EXERCISE BRIEF
Would you transcribe the line that holds "def pieces_of(pieces: tuple[Piece, ...])", plus every line beneath it through the end of the data, exactly and with nothing added?
(EXERCISE DATA)
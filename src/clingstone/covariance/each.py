"""Grams of many columns of y, each at its own θ: intercepts that nest, and AR(1) at few link lengths."""

from __future__ import annotations

from dataclasses import dataclass

import numpy as np

from clingstone.covariance.algebras import Chosen, Layered
from clingstone.covariance.pieces import SerialPiece
from clingstone.design.design import Design
from clingstone.design.response import Response
from clingstone.maths import reml
from clingstone.maths.each import Grams, Minima, Places, minimise_each
from clingstone.maths.once import Array, kept
from clingstone.maths.partition import Partition

BLOCK = 4_000_000  # doubles in the largest array of one evaluation


def each(algebra: Chosen, response: Response) -> Each | None:
    """What evaluates these components column by column, or None where only one θ for all is at hand."""
    if not isinstance(algebra, Layered) or algebra.spatial is not None or algebra.above:
        return None
    serial = algebra.serial
    if serial is not None and (
        type(serial) is not SerialPiece or not serial.links.few or len(serial.parameters) != 1
    ):
        return None
    if any(len(piece.parameters) != 1 for piece in algebra.chain):
        return None
    return Each(algebra, response)


@dataclass(frozen=True, eq=False)
class Each:
    """A layered algebra without places over B columns of y."""

    algebra: Layered
    response: Response

    @property
    def design(self) -> Design:
        return self.response.design

    def minima(self, near: Array | None = None) -> Minima:
        """The REML estimates of every column."""
        m = self.design.m

        def criteria(theta: Array, columns: Places) -> Array:
            return self.grams(theta, columns).criterion(m)

        def shared(theta: Array) -> Array:
            return reml.criterion(self.algebra.gram(theta, self.response), m)

        return minimise_each(criteria, shared, self.algebra.parameters, self.response.B, near)

    def grams(self, theta: Array, columns: Places) -> Grams:
        """Grams of columns (K,) of y, each at its own θ (d, K)."""
        size = max(1, BLOCK // self._doubles)
        if len(columns) <= size:
            return self._grams(theta, columns)
        parts = [
            self._grams(theta[:, i : i + size], columns[i : i + size]) for i in range(0, len(columns), size)
        ]
        return Grams(
            np.concatenate([g.QQ for g in parts]),
            np.concatenate([g.QE for g in parts]),
            np.concatenate([g.EE for g in parts]),
            np.concatenate([g.logdet for g in parts]),
        )

    @property
    def _doubles(self) -> int:
        """Doubles that one column takes."""
        p = self.design.p
        cells = self.algebra.chain[0].part.count if self.algebra.chain else 0
        if self._classed:
            cells = len(self.algebra._classes(self.algebra.chain[0].part, self.response).c)
        return max(1, (cells + p + 1) * (p + 2))

    @property
    def _classed(self) -> bool:
        """One level over independent rows: cells of equal size go together."""
        return self.algebra.serial is None and len(self.algebra.chain) == 1

    def _grams(self, theta: Array, columns: Places) -> Grams:
        if self._classed:
            return self._one_level(theta, columns)
        gram, load = self._rows(theta, columns)
        for step, piece in enumerate(self.algebra.chain):
            ratio = piece.variance(self.algebra.own(piece, theta))
            assert load is not None
            gram = load.lower(gram, ratio)
            if step + 1 < len(self.algebra.chain):
                load = load.shrunk(ratio).lifted(self.algebra._up[step])
        return gram

    # ---- one level: classes of cells -------------------------------------------------------

    def _one_level(self, theta: Array, columns: Places) -> Grams:
        piece = self.algebra.chain[0]
        p, B = self.design.p, self.response.B
        classes = self.algebra._classes(piece.part, self.response)
        # Column first, so that the values of one column lie together.
        QE, EE = kept(
            self.response,
            ("each classes", piece.part.key),
            lambda: (np.ascontiguousarray(classes.QE.transpose(2, 0, 1)), np.ascontiguousarray(classes.EE.T)),
        )
        ratio = piece.variance(self.algebra.own(piece, theta))[:, None]
        w = ratio / (1 + ratio * classes.c)  # (K, D)
        QQ = np.eye(p) - (w @ classes.QQ.reshape(-1, p * p)).reshape(-1, p, p)
        whole = len(columns) == B and bool(np.array_equal(columns, np.arange(B)))
        QE, EE = (QE, EE) if whole else (QE[columns], EE[columns])
        ss = self.response.ss[columns]
        return Grams(
            QQ,
            -np.matmul(w[:, None, :], QE)[:, 0],
            ss - np.einsum("kd,kd->k", w, EE),
            np.log1p(ratio * classes.c) @ classes.count.astype(float),
        )

    # ---- rows, then levels -----------------------------------------------------------------

    def _rows(self, theta: Array, columns: Places) -> tuple[Grams, Loads | None]:
        p, K = self.design.p, len(columns)
        ss = self.response.ss[columns]
        QQ, QE, logdet = np.repeat(np.eye(p)[None], K, axis=0), np.zeros((K, p)), np.zeros(K)
        plain = self.algebra._plain(self.response)
        load = None
        if plain is not None:
            load = Loads.repeat(plain.c, plain.TQ, plain.TE[:, columns])
        serial = self.algebra.serial
        if serial is None:
            return Grams(QQ, QE, ss, logdet), load
        rho = serial.rho(self.algebra.own(serial, theta))
        length, count = serial.links.lengths
        phi, rest = correlations(rho, length)
        EE = ss.copy()
        for d, pair in enumerate(serial.links.forms):
            for which, w in enumerate((phi[d] ** 2 / rest[d], -phi[d] / rest[d])):
                qe, ee = self.response.gram(pair[which])
                QQ += w[:, None, None] * self.design.gram(pair[which])
                QE += w[:, None] * qe.T[columns]
                EE += w * ee[columns]
                if load is not None:
                    c, TQ, TE = self.algebra._form_load(d, which, self.response)
                    load = load.plus(w, c, TQ, TE[:, columns])
        return Grams(QQ, QE, EE, count.astype(float) @ np.log(rest)), load


@dataclass(frozen=True, eq=False)
class Loads:
    """What the rows of each of G cells amount to, per column: c (G, K), TQ (G, K, p), TE (G, K)."""

    c: Array
    TQ: Array
    TE: Array

    @classmethod
    def repeat(cls, c: Array, TQ: Array, TE: Array) -> Loads:
        K = TE.shape[1]
        return cls(np.repeat(c[:, None], K, axis=1), np.repeat(TQ[:, None], K, axis=1), TE)

    def plus(self, w: Array, c: Array, TQ: Array, TE: Array) -> Loads:
        return Loads(self.c + w * c[:, None], self.TQ + w[:, None] * TQ[:, None], self.TE + w * TE)

    def lower(self, gram: Grams, ratio: Array) -> Grams:
        """The Grams once intercepts of variance ratio λ (K,) are added at these cells."""
        w = ratio / (1 + ratio * self.c)
        TQ = self.TQ.transpose(1, 2, 0)  # (K, p, G)
        WQ = TQ * w.T[:, None]
        return Grams(
            gram.QQ - np.matmul(WQ, TQ.transpose(0, 2, 1)),
            gram.QE - np.matmul(WQ, self.TE.T[..., None])[..., 0],
            gram.EE - np.einsum("gk,gk,gk->k", self.TE, w, self.TE),
            gram.logdet + np.log1p(ratio * self.c).sum(axis=0),
        )

    def shrunk(self, ratio: Array) -> Loads:
        k = 1 / (1 + ratio * self.c)
        return Loads(self.c * k, self.TQ * k[..., None], self.TE * k)

    def lifted(self, up: Partition) -> Loads:
        G, K, p = self.TQ.shape
        TQ = up.sums(self.TQ.reshape(G, K * p)).reshape(up.count, K, p)
        return Loads(up.sums(self.c), TQ, up.sums(self.TE))


def correlations(rho: Array, length: Array) -> tuple[Array, Array]:
    """φ = ρ^Δ and 1 − φ², (D, K), without cancellation when φ is near one."""
    with np.errstate(divide="ignore"):
        log = np.log(np.abs(rho))[None] * length[:, None]
    phi = np.exp(log)
    odd = (np.round(length).astype(np.int64) % 2 == 1)[:, None]
    phi = np.where(odd & (rho < 0)[None], -phi, phi)
    return phi, np.where(np.isfinite(log), -np.expm1(2 * np.maximum(log, -700.0)), 1.0)
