"""Slopes that vary between groups, and the bundle of a level's intercept with its slopes."""

from __future__ import annotations

from collections.abc import Mapping
from dataclasses import dataclass

import numpy as np

from clingstone.covariance.components import Parameter
from clingstone.covariance.pieces import GroupPiece, Piece, ratio_of, ratio_parameter
from clingstone.design.design import Design
from clingstone.maths import slopes
from clingstone.maths.once import Array, once
from clingstone.maths.partition import Partition

Z_HIGH = 7.6  # |atanh| of a correlation that counts as ±1: 0.9999995


@dataclass(frozen=True, eq=False)
class SlopePiece:
    """A slope that varies between the cells of one partition.

    x : the covariate. apart : uncorrelated with the intercept, the slope then being one through x = 0;
    else x is centred, so that the variance of the intercept is that at the mean of x and the two
    variances add up to the average variance of a row. x is scaled to unit spread either way. earlier :
    keys of what it may be correlated with.
    """

    key: str
    design: Design
    part: Partition
    x: str
    apart: bool
    earlier: tuple[str, ...] = ()

    @property
    @once
    def scale(self) -> tuple[float, float]:
        """Centre and spread of x, so that the column is (x − centre)/spread."""
        x = np.asarray(self.design.covariates[self.x], dtype=float)
        weight = np.ones(len(x)) if self.design.root is None else self.design.root**2
        centre = 0.0 if self.apart else float(np.average(x, weights=weight))
        return centre, float(np.sqrt(np.average((x - centre) ** 2, weights=weight)))

    @property
    @once
    def column(self) -> Array:
        """(n,) √ω (x − centre)/spread."""
        centre, spread = self.scale
        u = (np.asarray(self.design.covariates[self.x], dtype=float) - centre) / spread
        return np.asarray(u if self.design.root is None else u * self.design.root)

    @property
    @once
    def parameters(self) -> tuple[Parameter, ...]:
        total = self.part.sums(self.column**2)
        ratio = ratio_parameter(
            f"{self.key}.log_ratio", np.maximum(total, 1e-12 * total.max()), self.design.n
        )
        scan = tuple(np.linspace(-2.5, 2.5, 9))
        return (
            ratio,
            *(Parameter(f"{self.key}.with.{k}", -Z_HIGH, Z_HIGH, (0.0,), scan) for k in self.earlier),
        )

    def variance(self, theta: Array) -> Array:
        return ratio_of(theta[0], self.parameters[0])

    def shape(self, theta: Array) -> Mapping[str, Array]:
        if not self.earlier:
            return {}
        rho = np.tanh(theta[1])
        return {f"{self.key}.correlation": np.where(self.variance(theta) > 0, rho, np.nan)}

    def spread(self, theta: Array) -> Array:
        T = self.part.sums(self.column[:, None] * self.design.Q)
        return np.asarray(T.T @ T)

    def draw(self, theta: Array, rng: np.random.Generator, B: int) -> Array:
        size = np.sqrt(self.variance(theta[:, None])[0])
        effects = size * rng.standard_normal((self.part.count, B))
        return np.asarray(self.column[:, None] * effects[self.part.codes])

    def dense(self, theta: Array) -> Array:
        same = self.part.codes[:, None] == self.part.codes
        return np.asarray(self.variance(theta[:, None])[0] * same * np.outer(self.column, self.column))


@dataclass(frozen=True, eq=False)
class Bundle:
    """The intercept and the slopes of one level, with the covariance Γ = LL' between them over σ².

    θ below is the pieces' own slices, one after the other.
    """

    design: Design
    pieces: tuple[GroupPiece | SlopePiece, ...]

    @property
    def part(self) -> Partition:
        return self.pieces[0].part

    @property
    def q(self) -> int:
        return len(self.pieces)

    @property
    @once
    def names(self) -> tuple[str, ...]:
        """Of its columns: "" for the constant, else the covariate."""
        return tuple(p.x if isinstance(p, SlopePiece) else "" for p in self.pieces)

    @property
    @once
    def columns(self) -> Array:
        """(n, q) U."""
        root = self.design.root
        ones = np.ones(self.design.n) if root is None else root
        return np.column_stack([p.column if isinstance(p, SlopePiece) else ones for p in self.pieces])

    @property
    @once
    def free(self) -> Array:
        """(q, q) which pairs below the diagonal may be correlated."""
        place = {piece.key: j for j, piece in enumerate(self.pieces)}
        out = np.zeros((self.q, self.q), dtype=bool)
        for i, piece in enumerate(self.pieces):
            for key in piece.earlier if isinstance(piece, SlopePiece) else ():
                out[i, place[key]] = True
        return out

    def L(self, theta: Array) -> Array:
        """(q, q) factor of Γ over σ²; a component of zero variance has a row of zeros."""
        return np.asarray(self.factors(np.asarray(theta, dtype=float)[:, None])[0])

    def factors(self, theta: Array) -> Array:
        """(K, q, q) the same at K values of θ (d, K)."""
        K, start = theta.shape[1], 0
        log, z = np.empty((K, self.q)), np.zeros((K, self.q, self.q))
        for i, piece in enumerate(self.pieces):
            own = theta[start : start + len(piece.parameters)]
            with np.errstate(divide="ignore"):
                log[:, i] = np.log(piece.variance(own))
            z[:, i, self.free[i]] = own[1:].T
            start += len(own)
        return slopes.factor(log, z)

    def theta(self, L: Array) -> Array:
        """Working parameters of a factor, inside their bounds: the inverse of :meth:`L`."""
        log, z = slopes.parameters(L @ L.T, self.free, Z_HIGH)
        out = []
        for i, piece in enumerate(self.pieces):
            first = piece.parameters[0]
            out += [np.clip(log[i : i + 1], first.low, first.high), z[i, self.free[i]]]
        return np.concatenate(out)

    @property
    @once
    def turned(self) -> Array:
        """(q, q) T, so that TΓT' is in the user's units with the intercept at x = 0."""
        T = np.eye(self.q)
        for j, piece in enumerate(self.pieces):
            if isinstance(piece, SlopePiece):
                centre, spread = piece.scale
                T[j, j] = 1 / spread
                for i, name in enumerate(self.names):
                    T[i, j] += -centre / spread if name == "" else 0.0
        return T

    def covariance(self, theta: Array, sigma2: float) -> Array:
        """(q, q) of intercept and slopes in the user's units, the intercept at x = 0."""
        L = self.turned @ self.L(theta)
        return np.asarray(sigma2 * L @ L.T)

    @property
    @once
    def _sums(self) -> Array:
        """(q, G, p) U_j'Q cell by cell."""
        return np.stack([self.part.sums(u[:, None] * self.design.Q) for u in self.columns.T])

    def spread(self, key: str, theta: Array) -> Array:
        j = next(j for j, piece in enumerate(self.pieces) if piece.key == key)
        L = self.L(theta)
        gamma, T = L @ L.T, self._sums
        out = T[j].T @ T[j]
        for i in range(j):
            if gamma[i, j] != 0:
                cross = T[i].T @ T[j]
                out = out + gamma[i, j] / gamma[j, j] * (cross + cross.T)
        return np.asarray(out)

    def draw(self, theta: Array, rng: np.random.Generator, B: int) -> Array:
        white = rng.standard_normal((self.q, self.part.count, B))
        effects = np.einsum("ij,jgb->igb", self.L(theta), white)
        out = np.zeros((self.design.n, B))
        for u, effect in zip(self.columns.T, effects, strict=True):
            out += u[:, None] * effect[self.part.codes]
        return out

    def dense(self, theta: Array) -> Array:
        UL = self.columns @ self.L(theta)
        return np.asarray((UL @ UL.T) * (self.part.codes[:, None] == self.part.codes))


def pieces_of(pieces: tuple[Piece, ...]) -> tuple[SlopePiece, ...]:
    """The slopes among some pieces."""
    return tuple(piece for piece in pieces if isinstance(piece, SlopePiece))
(End EXERCISE DATA)
TASK OUTPUT
def pieces_of(pieces: tuple[Piece, ...]) -> tuple[SlopePiece, ...]:
    """The slopes among some pieces."""
    return tuple(piece for piece in pieces if isinstance(piece, SlopePiece))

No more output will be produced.